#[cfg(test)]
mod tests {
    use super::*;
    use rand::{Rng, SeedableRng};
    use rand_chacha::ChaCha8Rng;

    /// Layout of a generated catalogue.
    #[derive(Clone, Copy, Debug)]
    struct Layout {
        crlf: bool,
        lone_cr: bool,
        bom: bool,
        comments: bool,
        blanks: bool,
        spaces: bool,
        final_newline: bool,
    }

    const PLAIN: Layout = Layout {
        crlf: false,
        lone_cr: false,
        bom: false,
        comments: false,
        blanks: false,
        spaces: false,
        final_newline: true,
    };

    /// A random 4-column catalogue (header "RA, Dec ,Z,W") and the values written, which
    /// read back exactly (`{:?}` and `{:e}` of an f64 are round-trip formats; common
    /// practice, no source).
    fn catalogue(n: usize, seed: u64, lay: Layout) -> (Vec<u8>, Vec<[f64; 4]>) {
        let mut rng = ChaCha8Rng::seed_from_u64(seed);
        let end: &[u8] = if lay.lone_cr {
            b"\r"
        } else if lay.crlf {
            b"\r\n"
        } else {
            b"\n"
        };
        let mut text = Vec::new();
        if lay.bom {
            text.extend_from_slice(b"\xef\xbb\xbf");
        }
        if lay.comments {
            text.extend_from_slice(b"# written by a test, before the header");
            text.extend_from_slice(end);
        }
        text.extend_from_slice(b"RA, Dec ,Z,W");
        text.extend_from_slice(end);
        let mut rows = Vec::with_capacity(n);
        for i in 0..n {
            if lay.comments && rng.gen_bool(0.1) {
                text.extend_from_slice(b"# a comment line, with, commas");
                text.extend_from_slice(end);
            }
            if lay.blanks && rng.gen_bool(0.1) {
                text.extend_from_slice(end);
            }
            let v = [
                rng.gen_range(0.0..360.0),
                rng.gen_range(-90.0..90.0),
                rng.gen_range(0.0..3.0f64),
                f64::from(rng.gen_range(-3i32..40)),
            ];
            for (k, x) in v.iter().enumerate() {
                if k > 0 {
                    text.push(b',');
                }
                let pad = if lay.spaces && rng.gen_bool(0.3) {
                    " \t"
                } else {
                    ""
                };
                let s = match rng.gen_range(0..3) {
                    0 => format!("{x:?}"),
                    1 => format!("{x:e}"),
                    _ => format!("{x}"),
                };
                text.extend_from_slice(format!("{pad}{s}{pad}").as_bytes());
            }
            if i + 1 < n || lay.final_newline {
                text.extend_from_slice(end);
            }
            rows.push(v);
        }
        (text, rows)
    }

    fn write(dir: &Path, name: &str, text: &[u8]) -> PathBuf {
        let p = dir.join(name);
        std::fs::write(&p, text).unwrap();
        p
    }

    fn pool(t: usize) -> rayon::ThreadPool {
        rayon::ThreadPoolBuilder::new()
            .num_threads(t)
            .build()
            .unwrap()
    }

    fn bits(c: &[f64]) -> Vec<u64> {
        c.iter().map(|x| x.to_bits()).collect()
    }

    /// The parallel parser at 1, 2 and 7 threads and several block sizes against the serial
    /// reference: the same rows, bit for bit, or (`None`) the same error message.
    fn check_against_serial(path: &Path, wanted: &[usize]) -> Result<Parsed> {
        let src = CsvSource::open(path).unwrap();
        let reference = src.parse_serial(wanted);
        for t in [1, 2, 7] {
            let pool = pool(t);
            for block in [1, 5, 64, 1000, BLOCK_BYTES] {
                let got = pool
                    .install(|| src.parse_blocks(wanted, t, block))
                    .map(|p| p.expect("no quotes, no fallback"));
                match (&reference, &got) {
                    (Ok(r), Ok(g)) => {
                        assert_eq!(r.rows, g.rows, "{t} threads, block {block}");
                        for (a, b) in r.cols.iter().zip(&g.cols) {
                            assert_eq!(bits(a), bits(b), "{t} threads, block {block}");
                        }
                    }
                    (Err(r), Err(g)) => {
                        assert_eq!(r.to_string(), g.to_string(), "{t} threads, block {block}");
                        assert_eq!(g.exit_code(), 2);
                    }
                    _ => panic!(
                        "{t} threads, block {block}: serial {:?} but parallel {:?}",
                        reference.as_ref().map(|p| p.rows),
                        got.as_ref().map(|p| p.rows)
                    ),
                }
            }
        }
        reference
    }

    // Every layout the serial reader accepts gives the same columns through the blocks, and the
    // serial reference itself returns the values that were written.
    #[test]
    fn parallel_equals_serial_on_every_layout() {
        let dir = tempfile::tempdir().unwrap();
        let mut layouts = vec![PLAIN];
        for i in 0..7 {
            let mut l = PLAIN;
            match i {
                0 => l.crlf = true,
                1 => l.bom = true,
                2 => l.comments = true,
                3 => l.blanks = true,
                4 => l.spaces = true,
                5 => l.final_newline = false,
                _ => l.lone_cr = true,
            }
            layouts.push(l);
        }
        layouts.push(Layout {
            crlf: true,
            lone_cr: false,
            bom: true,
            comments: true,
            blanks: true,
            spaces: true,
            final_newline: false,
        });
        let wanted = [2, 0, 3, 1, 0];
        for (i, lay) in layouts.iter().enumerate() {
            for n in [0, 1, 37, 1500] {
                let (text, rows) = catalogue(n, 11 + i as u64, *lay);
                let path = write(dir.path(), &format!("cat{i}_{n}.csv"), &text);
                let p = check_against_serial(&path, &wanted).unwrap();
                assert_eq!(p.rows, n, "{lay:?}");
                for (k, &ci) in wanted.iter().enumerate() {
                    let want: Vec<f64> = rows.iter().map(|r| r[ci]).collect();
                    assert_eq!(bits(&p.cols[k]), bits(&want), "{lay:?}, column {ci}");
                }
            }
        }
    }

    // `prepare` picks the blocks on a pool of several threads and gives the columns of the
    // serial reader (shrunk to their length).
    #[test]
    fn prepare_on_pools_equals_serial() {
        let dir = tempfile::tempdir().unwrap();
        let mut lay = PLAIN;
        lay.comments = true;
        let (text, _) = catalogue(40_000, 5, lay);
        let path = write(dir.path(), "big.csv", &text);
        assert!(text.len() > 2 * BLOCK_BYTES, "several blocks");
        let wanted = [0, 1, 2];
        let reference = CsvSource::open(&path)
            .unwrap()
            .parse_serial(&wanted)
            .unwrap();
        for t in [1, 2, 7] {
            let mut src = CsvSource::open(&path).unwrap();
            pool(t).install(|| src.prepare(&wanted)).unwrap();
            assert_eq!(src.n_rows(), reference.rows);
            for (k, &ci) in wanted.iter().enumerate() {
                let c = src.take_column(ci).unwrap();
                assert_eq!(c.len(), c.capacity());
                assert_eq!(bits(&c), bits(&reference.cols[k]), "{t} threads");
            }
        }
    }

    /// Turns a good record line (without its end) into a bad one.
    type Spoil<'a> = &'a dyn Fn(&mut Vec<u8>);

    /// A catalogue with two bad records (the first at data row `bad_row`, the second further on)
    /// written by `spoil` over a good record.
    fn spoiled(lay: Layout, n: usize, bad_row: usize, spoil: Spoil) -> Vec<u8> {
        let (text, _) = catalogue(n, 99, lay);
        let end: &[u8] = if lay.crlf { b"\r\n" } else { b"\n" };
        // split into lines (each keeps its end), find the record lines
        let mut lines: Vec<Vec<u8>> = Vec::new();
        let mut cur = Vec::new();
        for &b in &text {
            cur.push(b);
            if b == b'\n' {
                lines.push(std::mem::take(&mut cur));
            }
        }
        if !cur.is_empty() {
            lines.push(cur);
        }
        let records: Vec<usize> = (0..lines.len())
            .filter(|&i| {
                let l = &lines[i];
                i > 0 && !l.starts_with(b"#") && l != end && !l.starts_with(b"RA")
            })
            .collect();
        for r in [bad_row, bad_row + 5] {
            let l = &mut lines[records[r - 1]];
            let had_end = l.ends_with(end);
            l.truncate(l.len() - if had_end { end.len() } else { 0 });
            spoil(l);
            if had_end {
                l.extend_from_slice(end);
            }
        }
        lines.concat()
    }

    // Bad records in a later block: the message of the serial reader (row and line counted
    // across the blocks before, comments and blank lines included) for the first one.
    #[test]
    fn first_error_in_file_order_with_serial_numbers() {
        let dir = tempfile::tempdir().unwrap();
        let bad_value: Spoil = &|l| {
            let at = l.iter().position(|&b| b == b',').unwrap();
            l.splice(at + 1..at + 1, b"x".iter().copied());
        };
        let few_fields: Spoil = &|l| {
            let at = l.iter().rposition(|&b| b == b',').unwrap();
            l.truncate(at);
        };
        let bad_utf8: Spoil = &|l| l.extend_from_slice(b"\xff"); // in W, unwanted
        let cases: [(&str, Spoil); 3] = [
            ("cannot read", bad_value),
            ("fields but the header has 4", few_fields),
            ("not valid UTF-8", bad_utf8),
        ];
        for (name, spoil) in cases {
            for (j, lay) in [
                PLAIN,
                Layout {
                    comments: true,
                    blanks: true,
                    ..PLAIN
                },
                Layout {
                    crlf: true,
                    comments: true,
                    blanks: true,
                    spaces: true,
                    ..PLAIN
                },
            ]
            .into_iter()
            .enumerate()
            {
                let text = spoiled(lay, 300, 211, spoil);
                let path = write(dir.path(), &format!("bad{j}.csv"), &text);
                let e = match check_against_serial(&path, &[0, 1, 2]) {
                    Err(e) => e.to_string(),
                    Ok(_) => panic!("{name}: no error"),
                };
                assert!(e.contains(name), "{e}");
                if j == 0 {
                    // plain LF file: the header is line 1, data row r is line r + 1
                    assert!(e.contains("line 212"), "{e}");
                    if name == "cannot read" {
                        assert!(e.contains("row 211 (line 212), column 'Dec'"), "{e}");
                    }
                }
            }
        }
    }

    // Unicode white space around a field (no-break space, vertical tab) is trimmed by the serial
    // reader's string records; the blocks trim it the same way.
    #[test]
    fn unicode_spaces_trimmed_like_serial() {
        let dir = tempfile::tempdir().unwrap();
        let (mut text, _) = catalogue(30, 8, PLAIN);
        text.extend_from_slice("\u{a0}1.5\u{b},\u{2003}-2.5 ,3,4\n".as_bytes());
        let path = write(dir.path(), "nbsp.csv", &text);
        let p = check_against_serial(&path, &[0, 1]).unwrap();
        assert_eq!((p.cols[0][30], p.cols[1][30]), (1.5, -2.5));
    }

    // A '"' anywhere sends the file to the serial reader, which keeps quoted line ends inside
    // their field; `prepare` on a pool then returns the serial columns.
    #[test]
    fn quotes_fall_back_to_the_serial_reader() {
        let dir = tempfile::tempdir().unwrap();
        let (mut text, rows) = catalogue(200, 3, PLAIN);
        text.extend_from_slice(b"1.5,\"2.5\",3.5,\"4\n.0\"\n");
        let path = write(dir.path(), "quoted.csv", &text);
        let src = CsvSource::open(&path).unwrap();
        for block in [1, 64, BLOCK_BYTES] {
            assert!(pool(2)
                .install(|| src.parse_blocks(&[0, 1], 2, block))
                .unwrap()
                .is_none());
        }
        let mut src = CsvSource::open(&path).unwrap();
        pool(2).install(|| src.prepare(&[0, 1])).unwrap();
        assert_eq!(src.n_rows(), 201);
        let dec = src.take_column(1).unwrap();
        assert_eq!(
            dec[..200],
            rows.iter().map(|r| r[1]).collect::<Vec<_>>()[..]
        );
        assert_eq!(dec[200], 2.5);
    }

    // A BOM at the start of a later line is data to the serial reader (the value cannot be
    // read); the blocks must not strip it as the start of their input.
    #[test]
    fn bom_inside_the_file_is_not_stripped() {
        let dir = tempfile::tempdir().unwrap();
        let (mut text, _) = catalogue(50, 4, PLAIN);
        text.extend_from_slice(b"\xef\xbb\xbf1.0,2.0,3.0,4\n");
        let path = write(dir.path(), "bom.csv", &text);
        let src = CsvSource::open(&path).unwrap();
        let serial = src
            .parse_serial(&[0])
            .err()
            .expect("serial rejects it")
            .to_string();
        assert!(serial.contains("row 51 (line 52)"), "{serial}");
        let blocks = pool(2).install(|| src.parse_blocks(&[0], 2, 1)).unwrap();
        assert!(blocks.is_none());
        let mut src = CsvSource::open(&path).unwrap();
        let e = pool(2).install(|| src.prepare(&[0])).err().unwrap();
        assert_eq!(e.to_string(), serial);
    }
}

◆ ◆ ◆ ◆

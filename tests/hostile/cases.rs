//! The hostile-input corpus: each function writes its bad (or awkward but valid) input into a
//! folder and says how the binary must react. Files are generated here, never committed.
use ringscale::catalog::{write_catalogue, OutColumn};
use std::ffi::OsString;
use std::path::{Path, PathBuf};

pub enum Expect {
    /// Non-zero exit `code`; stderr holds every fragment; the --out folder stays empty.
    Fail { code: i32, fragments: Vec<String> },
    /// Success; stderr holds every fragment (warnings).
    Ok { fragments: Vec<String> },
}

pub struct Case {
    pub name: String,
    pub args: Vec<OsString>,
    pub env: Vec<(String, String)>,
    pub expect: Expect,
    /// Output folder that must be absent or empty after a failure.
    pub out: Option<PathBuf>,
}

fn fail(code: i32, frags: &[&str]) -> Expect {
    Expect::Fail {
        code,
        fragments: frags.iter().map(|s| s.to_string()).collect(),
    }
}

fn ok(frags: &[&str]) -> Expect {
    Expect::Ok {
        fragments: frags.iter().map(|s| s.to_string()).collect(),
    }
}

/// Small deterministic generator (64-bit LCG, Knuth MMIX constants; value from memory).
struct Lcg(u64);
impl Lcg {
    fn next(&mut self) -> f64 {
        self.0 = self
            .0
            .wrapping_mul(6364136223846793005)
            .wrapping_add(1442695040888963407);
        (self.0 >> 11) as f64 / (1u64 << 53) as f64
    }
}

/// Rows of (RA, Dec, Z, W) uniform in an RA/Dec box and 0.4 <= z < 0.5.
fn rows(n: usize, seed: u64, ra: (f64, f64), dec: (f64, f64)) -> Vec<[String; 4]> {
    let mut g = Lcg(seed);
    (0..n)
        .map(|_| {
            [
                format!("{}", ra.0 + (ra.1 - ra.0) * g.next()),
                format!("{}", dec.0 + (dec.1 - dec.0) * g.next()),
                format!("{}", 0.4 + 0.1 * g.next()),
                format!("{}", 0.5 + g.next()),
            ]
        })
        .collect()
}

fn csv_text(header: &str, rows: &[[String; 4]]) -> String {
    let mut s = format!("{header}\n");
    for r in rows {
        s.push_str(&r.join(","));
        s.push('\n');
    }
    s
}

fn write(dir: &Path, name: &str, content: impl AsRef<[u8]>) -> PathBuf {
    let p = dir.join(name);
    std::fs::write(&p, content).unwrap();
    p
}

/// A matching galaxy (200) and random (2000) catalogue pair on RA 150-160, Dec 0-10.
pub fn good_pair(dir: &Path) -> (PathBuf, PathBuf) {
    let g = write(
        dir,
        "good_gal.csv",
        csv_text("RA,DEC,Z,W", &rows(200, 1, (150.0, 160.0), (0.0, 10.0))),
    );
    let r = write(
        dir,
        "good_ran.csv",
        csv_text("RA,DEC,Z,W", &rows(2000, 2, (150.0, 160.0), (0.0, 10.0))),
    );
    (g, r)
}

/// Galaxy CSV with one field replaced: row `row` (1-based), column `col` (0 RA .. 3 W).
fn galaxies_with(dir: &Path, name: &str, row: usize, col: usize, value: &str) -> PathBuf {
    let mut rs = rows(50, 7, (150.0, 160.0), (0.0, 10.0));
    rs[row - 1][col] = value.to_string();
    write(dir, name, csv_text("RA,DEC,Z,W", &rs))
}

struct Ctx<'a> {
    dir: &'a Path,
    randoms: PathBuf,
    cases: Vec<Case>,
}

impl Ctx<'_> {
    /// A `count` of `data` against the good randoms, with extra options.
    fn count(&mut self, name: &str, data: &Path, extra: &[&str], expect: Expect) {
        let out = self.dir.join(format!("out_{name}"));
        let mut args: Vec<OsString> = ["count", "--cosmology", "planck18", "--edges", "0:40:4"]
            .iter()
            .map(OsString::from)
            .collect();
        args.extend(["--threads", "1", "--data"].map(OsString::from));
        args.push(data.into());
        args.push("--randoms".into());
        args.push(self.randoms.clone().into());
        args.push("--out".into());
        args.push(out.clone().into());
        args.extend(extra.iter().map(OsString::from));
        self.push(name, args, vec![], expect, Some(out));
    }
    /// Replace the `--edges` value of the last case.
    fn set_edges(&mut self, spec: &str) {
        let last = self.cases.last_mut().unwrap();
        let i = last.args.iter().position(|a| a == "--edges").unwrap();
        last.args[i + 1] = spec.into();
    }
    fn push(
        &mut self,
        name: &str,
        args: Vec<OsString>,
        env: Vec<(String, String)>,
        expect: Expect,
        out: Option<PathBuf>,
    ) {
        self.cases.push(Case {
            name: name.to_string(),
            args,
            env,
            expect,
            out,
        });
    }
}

◆ ◆ ◆ ◆

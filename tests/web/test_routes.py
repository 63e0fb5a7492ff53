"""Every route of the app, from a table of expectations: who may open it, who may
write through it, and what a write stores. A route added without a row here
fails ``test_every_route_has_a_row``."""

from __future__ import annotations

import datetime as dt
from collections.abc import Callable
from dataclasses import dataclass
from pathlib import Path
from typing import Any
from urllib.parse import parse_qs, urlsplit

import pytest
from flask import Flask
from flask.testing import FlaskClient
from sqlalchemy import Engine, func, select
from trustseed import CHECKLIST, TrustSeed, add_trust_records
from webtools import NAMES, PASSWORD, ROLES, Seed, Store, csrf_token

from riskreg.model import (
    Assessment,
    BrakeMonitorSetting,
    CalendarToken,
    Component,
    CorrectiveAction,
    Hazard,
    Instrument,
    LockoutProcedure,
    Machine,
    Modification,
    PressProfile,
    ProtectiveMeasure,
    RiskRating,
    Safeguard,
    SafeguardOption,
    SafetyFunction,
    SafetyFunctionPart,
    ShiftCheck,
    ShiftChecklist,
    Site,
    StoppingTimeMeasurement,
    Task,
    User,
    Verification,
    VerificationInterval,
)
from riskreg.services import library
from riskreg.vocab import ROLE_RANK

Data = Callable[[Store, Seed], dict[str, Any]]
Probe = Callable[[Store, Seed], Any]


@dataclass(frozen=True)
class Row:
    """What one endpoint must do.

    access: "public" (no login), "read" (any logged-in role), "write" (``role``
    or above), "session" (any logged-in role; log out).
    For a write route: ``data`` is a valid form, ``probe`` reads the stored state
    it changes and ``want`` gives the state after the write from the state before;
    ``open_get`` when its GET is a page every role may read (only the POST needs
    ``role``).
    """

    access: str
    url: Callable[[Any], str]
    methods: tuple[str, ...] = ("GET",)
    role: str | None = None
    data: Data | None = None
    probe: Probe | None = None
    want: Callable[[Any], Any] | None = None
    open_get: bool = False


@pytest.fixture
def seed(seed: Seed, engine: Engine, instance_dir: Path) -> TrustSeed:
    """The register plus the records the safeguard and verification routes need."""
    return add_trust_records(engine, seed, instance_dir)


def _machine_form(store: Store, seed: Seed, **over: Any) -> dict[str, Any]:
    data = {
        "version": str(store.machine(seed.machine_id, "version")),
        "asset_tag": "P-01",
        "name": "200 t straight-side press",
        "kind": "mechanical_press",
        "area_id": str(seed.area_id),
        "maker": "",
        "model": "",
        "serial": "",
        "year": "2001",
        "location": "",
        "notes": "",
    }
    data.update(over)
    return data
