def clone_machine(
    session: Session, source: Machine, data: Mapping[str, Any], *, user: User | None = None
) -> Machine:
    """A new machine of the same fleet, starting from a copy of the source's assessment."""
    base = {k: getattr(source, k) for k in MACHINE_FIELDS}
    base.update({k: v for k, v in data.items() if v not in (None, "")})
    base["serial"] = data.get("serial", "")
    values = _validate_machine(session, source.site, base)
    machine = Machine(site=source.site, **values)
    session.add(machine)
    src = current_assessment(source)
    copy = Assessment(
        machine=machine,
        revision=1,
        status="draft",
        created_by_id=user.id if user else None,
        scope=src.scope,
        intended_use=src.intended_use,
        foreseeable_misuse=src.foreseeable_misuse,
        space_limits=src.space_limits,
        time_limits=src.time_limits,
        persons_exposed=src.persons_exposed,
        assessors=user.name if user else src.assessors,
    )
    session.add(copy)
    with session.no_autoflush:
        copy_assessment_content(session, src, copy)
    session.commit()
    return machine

◆ ◆ ◆ ◆

» Problem statement:
Determine how many lines above hold the word "Callable", then give only that number.

» Answer for this exercise:
5